◆ EXERCISE AIM
Go through the material and return every line that contains the string "bool".

◆ RECORDED INFORMATION
#[tokio::test]
async fn forged_posts_are_refused_with_a_clear_page() {
    let app = TestApp::new().await;
    let mut s = Session::new(&app);
    let id = started(&mut s).await;
    let url = format!("/identify/{id}");
    // Wrong token.
    let r = s
        .post_form(
            &url,
            "_csrf=0123456789abcdef0123456789abcdef&question=cleavage&cleavage=one_perfect",
        )
        .await;
    assert_eq!(r.status, StatusCode::FORBIDDEN);
    assert!(r.text().contains("nothing was changed"));
    // No token.
    let r = s
        .post_form(&url, "question=cleavage&cleavage=one_perfect")
        .await;
    assert_eq!(r.status, StatusCode::FORBIDDEN);
    // A cookie-less client.
    let mut stranger = Session::new(&app);
    let r = stranger
        .post_form(&url, "_csrf=x&question=cleavage&cleavage=one_perfect")
        .await;
    assert_eq!(r.status, StatusCode::FORBIDDEN);
    // Another site's page, right token or not.
    let req = axum::http::Request::post(&url)
        .header(header::CONTENT_TYPE, "application/x-www-form-urlencoded")
        .header(header::COOKIE, s.cookie.clone().expect("cookie"))
        .header("sec-fetch-site", "cross-site")
        .body(axum::body::Body::from(format!(
            "_csrf={}&question=cleavage&cleavage=one_perfect",
            s.token()
        )))
        .expect("request");
    assert_eq!(app.send(req).await.status, StatusCode::FORBIDDEN);
    // Nothing was recorded.
    assert!(
        !s.get(&format!("{url}/results"))
            .await
            .text()
            .contains("one perfect cleavage")
    );
}

#[tokio::test]
async fn unknown_drafts_and_questions_are_404_pages() {
    let app = TestApp::new().await;
    let mut s = Session::new(&app);
    for uri in [
        "/identify/00000000-0000-4000-8000-000000000000",
        "/identify/not-a-uuid",
        "/identify/00000000-0000-4000-8000-000000000000/results",
        "/identify/00000000-0000-4000-8000-000000000000/all",
    ] {
        let r = s.get(uri).await;
        assert_eq!(r.status, StatusCode::NOT_FOUND, "{uri}");
        assert!(r.text().contains("/identify/drafts"), "{uri}");
    }
    let id = started(&mut s).await;
    let r = s.get(&format!("/identify/{id}?q=sparkle")).await;
    assert_eq!(r.status, StatusCode::NOT_FOUND);
}

#[tokio::test]
async fn a_change_link_shows_the_recorded_answer_selected() {
    let app = TestApp::new().await;
    let mut s = Session::new(&app);
    let id = started(&mut s).await;
    let url = format!("/identify/{id}");
    s.submit(&url, "question=luster&luster=pearly").await;
    let html = s.get(&format!("{url}?q=luster")).await.text();
    assert!(
        html.contains("value=\"pearly\" checked"),
        "pearly not selected"
    );
}

#[tokio::test]
async fn everything_at_once_goes_straight_to_the_results() {
    let app = TestApp::new().await;
    let mut s = Session::new(&app);
    let id = started(&mut s).await;
    let all = s.get(&format!("/identify/{id}/all")).await;
    assert_eq!(all.status, StatusCode::OK);
    assert_eq!(all.text().matches("<fieldset").count(), 14);
    let r = s
        .submit(
            &format!("/identify/{id}/all"),
            "cleavage=one_perfect&tenacity=elastic&colour=black&colour=brown&luster=vitreous&habit=books\
             &scratch_fingernail=false&scratch_copper=true&specific_gravity=3.0&setting=granite&magnetic=",
        )
        .await;
    assert_eq!(r.status, StatusCode::SEE_OTHER, "{}", r.text());
    assert_eq!(r.location(), format!("/identify/{id}/results"));
    let m = markers(&s.get(&r.location()).await.text());
    assert_eq!(m[0].0, "biotite");
    // A bad value keeps every typed value and saves nothing.
    let bad = s
        .submit(
            &format!("/identify/{id}/all"),
            "cleavage=none_visible&hardness_max=eleven",
        )
        .await;
    assert_eq!(bad.status, StatusCode::UNPROCESSABLE_ENTITY);
    assert!(bad.text().contains("value=\"none_visible\" checked"));
    assert_eq!(
        markers(&s.get(&format!("/identify/{id}/results")).await.text())[0].0,
        "biotite"
    );
}

/// A pale mica with the tests a geologist makes first (typical muscovite
/// values, Handbook of Mineralogy muscovite sheet as the base cites it),
/// one question form each: after these, no remaining question is expected
/// to tell 0.05 bits.
const PALE_MICA: [&str; 8] = [
    "question=cleavage&cleavage=one_perfect",
    "question=tenacity&tenacity=elastic",
    "question=colour&colour=colourless&colour=silvery",
    "question=luster&luster=pearly",
    "question=habit&habit=books",
    "question=streak&streak=white",
    "question=hardness&hardness_min=2.5&hardness_max=3",
    "question=setting&setting=pegmatite",
];
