//! The curated property base: every entry the engine can name, with the
//! published source of each value.
//!
//! The base is data, not code. `src/base/base.toml` is a reviewed file
//! compiled into the binary; [`builtin`] parses and validates it once.
//! [`Base::validate`] is the reviewer that never tires: unknown enum values,
//! disordered ranges, formulae that do not parse or do not balance, and
//! values without a source all fail it (and so fail the test suite).

pub mod vocab;

use std::collections::{BTreeMap, BTreeSet};
use std::sync::LazyLock;

use serde::{Deserialize, Serialize};

use crate::chem::Formula;
use vocab::{
    Cleavage, Colour, Diaphaneity, Feel, Group, Habit, Hazard, Luster, Setting, Streak, Tenacity,
    Vocab, WetBehaviour,
};

/// The text of the property base, as reviewed.
pub const BASE_TOML: &str = include_str!("base/base.toml");

/// Entry ids the contract promises the base holds.
pub const REQUIRED_IDS: &[&str] = &[
    "muscovite",
    "paragonite",
    "phlogopite",
    "biotite",
    "lepidolite",
    "glauconite",
    "margarite",
    "chlorite",
    "talc",
    "pyrophyllite",
    "antigorite",
    "lizardite",
    "chrysotile",
    "kaolinite",
    "smectite",
    "illite",
    "vermiculite",
    "stilpnomelane",
    "apophyllite",
    "sepiolite",
    "graphite",
    "molybdenite",
    "gypsum",
    "hematite",
    "brucite",
    "chloritoid",
];

/// Properties every entry must name a source for.
pub const SOURCED_PROPERTIES: &[&str] = &[
    "formula",
    "cleavage",
    "tenacity",
    "hardness",
    "specific_gravity",
    "colour",
    "luster",
    "habit",
    "feel",
    "wet_behaviour",
    "streak",
    "diaphaneity",
    "magnetic",
    "acid_reaction",
    "setting",
    "prior",
];

/// How much weight a source carries, as the rules of origin require us to say.
#[derive(Clone, Copy, Debug, PartialEq, Eq, Serialize, Deserialize)]
#[serde(rename_all = "snake_case")]
pub enum SourceKind {
    /// A published handbook or paper.
    Handbook,
    /// A rule of thumb of field practice.
    CommonPractice,
    /// Recalled without a source at hand.
    FromMemory,
}

/// A named source that entries cite by key.
#[derive(Clone, Debug, Serialize, Deserialize)]
#[serde(deny_unknown_fields)]
pub struct Source {
    /// Handbook, common practice or from memory.
    pub kind: SourceKind,
    /// The full citation, or a plain description for practice and memory.
    pub citation: String,
}

/// The values of one categorical property for one entry.
#[derive(Clone, Debug, Serialize, Deserialize)]
#[serde(deny_unknown_fields)]
pub struct Values<T> {
    /// What most hand specimens show.
    pub typical: Vec<T>,
    /// What a fair fraction of specimens show.
    #[serde(default = "Vec::new")]
    pub occasional: Vec<T>,
}

impl<T: PartialEq> Values<T> {
    /// Whether `v` is listed as typical.
    pub fn is_typical(&self, v: &T) -> bool {
        self.typical.contains(v)
    }
    /// Whether `v` is listed as occasional.
    pub fn is_occasional(&self, v: &T) -> bool {
        self.occasional.contains(v)
    }
}

/// A closed interval `[min, max]`, written `[a, b]` in the data file.
#[derive(Clone, Copy, Debug, PartialEq, Serialize, Deserialize)]
#[serde(from = "[f64; 2]", into = "[f64; 2]")]
pub struct Range {
    /// Lower bound.
    pub min: f64,
    /// Upper bound.
    pub max: f64,
}

impl From<[f64; 2]> for Range {
    fn from([min, max]: [f64; 2]) -> Self {
        Range { min, max }
    }
}

impl From<Range> for [f64; 2] {
    fn from(r: Range) -> Self {
        [r.min, r.max]
    }
}
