#[tokio::test]
async fn free_text_search_follows_an_edited_note() {
    // Arrange
    let app = TestApp::new().await;
    let rec = create(
        &app,
        &json!({"sample_code": "BV-05", "notes": "garnet porphyroblasts"}),
    )
    .await;
    let body = json!({"sample_code": "BV-05", "notes": "staurolite crosses", "revision": 1});
    // Act
    let r = app.put_json(&url(&rec["id"]), &body.to_string()).await;
    // Assert
    assert_eq!(r.status, StatusCode::OK);
    assert!(list_codes(&app, "q=garnet").await.is_empty());
    assert_eq!(list_codes(&app, "q=staurolite").await, ["BV-05"]);
}

#[tokio::test]
async fn pages_cover_every_record_exactly_once() {
    // Arrange: 7 records, pages of 3.
    let app = TestApp::new().await;
    for i in 1..=7 {
        create_code(&app, &format!("BV-P{i}")).await;
    }
    let mut seen = Vec::new();
    let mut cursor: Option<String> = None;
    let mut pages = 0;
    // Act
    loop {
        let uri = match &cursor {
            Some(c) => format!("{SAMPLES}?limit=3&cursor={c}"),
            None => format!("{SAMPLES}?limit=3"),
        };
        let r = app.get(&uri).await;
        assert_eq!(r.status, StatusCode::OK, "{uri}: {}", r.text());
        let v = r.json();
        let page = codes(&v);
        assert!(page.len() <= 3);
        seen.extend(page);
        pages += 1;
        assert!(pages <= 10, "pagination does not end");
        match v["next_cursor"].as_str() {
            Some(c) => cursor = Some(c.to_string()),
            None => break,
        }
    }
    // Assert
    assert_eq!(pages, 3);
    let want: Vec<String> = (1..=7).rev().map(|i| format!("BV-P{i}")).collect();
    assert_eq!(seen, want);
}
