// plan and predict figures (issue 15): log current axes clipped at a measurable floor, side panels
// at the bias the user picks.
#include <gtest/gtest.h>

#include <cmath>
#include <variant>

#include "tipgap/config/config.hpp"
#include "tipgap/core/error.hpp"
#include "tipgap/figures/figures.hpp"
#include "tipgap/plan/plan.hpp"
#include "tipgap/plan/predict.hpp"

using namespace tipgap;

namespace {

plot::figure wide_gap_prediction(const figure_options& o) {
    const config c = default_config();
    std::vector<double> gaps;
    for (int i = 0; i < 8; ++i) gaps.push_back((0.4 + 0.25 * i) * 1e-9);  // 0.4..2.15 nm: far below 1 fA at the end
    const std::vector<double> biases{0.1};
    std::vector<std::pair<double, double>> pts;
    for (double s : gaps) pts.emplace_back(s, 0.1);
    return predict_figure(c, gaps, biases, predict_points(c, pts, 1), 1, o);
}

}  // namespace

TEST(figure_options, current_axis_starts_at_the_floor) {
    const plot::figure f = wide_gap_prediction({});
    const auto& ig = std::get<plot::xy_panel>(f.panels.at(0));
    ASSERT_EQ(ig.y_axis.scale, plot::axis_scale::log10);
    // The default floor is 1 fA (issue 15): the curve goes below it, so the axis starts there.
    double smallest = 1.0;
    for (double y : ig.lines.at(0).y) smallest = std::min(smallest, y);
    ASSERT_LT(smallest, 1e-15);
    ASSERT_TRUE(ig.y_axis.min.has_value());
    EXPECT_DOUBLE_EQ(*ig.y_axis.min, 1e-15);

    figure_options o;
    o.current_floor_A = 1e-13;
    const plot::figure raised = wide_gap_prediction(o);
    const auto& ig2 = std::get<plot::xy_panel>(raised.panels.at(0));
    EXPECT_DOUBLE_EQ(*ig2.y_axis.min, 1e-13);
}

TEST(figure_options, floor_must_be_positive) {
    figure_options o;
    o.current_floor_A = 0.0;
    try {
        o.validate();
        FAIL() << "no error";
    } catch (const error& e) {
        EXPECT_EQ(e.where().key, "current_floor");
        EXPECT_EQ(e.detail(), "must be a current > 0 A; got 0 A");
    }
}

TEST(figure_options, side_panels_at_the_picked_bias) {
    const config c = default_config();
    std::vector<std::pair<double, double>> sp;
    for (double V : {-1.0, -0.5, 0.5, 1.0, 2.0}) sp.emplace_back(1e-9, V);
    const auto points = plan_setpoints(c, sp, {}, 1);
    figure_options o;
    o.side_bias_V = 0.9;  // nearest planned bias: 1 V
    const plot::figure f = plan_figure(c, points, 1, o);
    const auto& ig = std::get<plot::xy_panel>(f.panels.at(1));
    EXPECT_EQ(ig.title, "Current against gap at 1 V");
    // The marked setpoint is the 1 V one.
    ASSERT_EQ(ig.lines.at(1).x.size(), 1u);
    EXPECT_DOUBLE_EQ(ig.lines[1].x[0], points[3].solution.gap_m * 1e9);
    // Without a pick: the first bias, as before.
    const plot::figure plain = plan_figure(c, points, 1);
    const auto& first = std::get<plot::xy_panel>(plain.panels.at(1));
    EXPECT_EQ(first.title, "Current against gap at -1 V");
}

◆ TASK RESULT
    pub fn is_typical(&self, v: &T) -> bool {
    pub fn is_occasional(&self, v: &T) -> bool {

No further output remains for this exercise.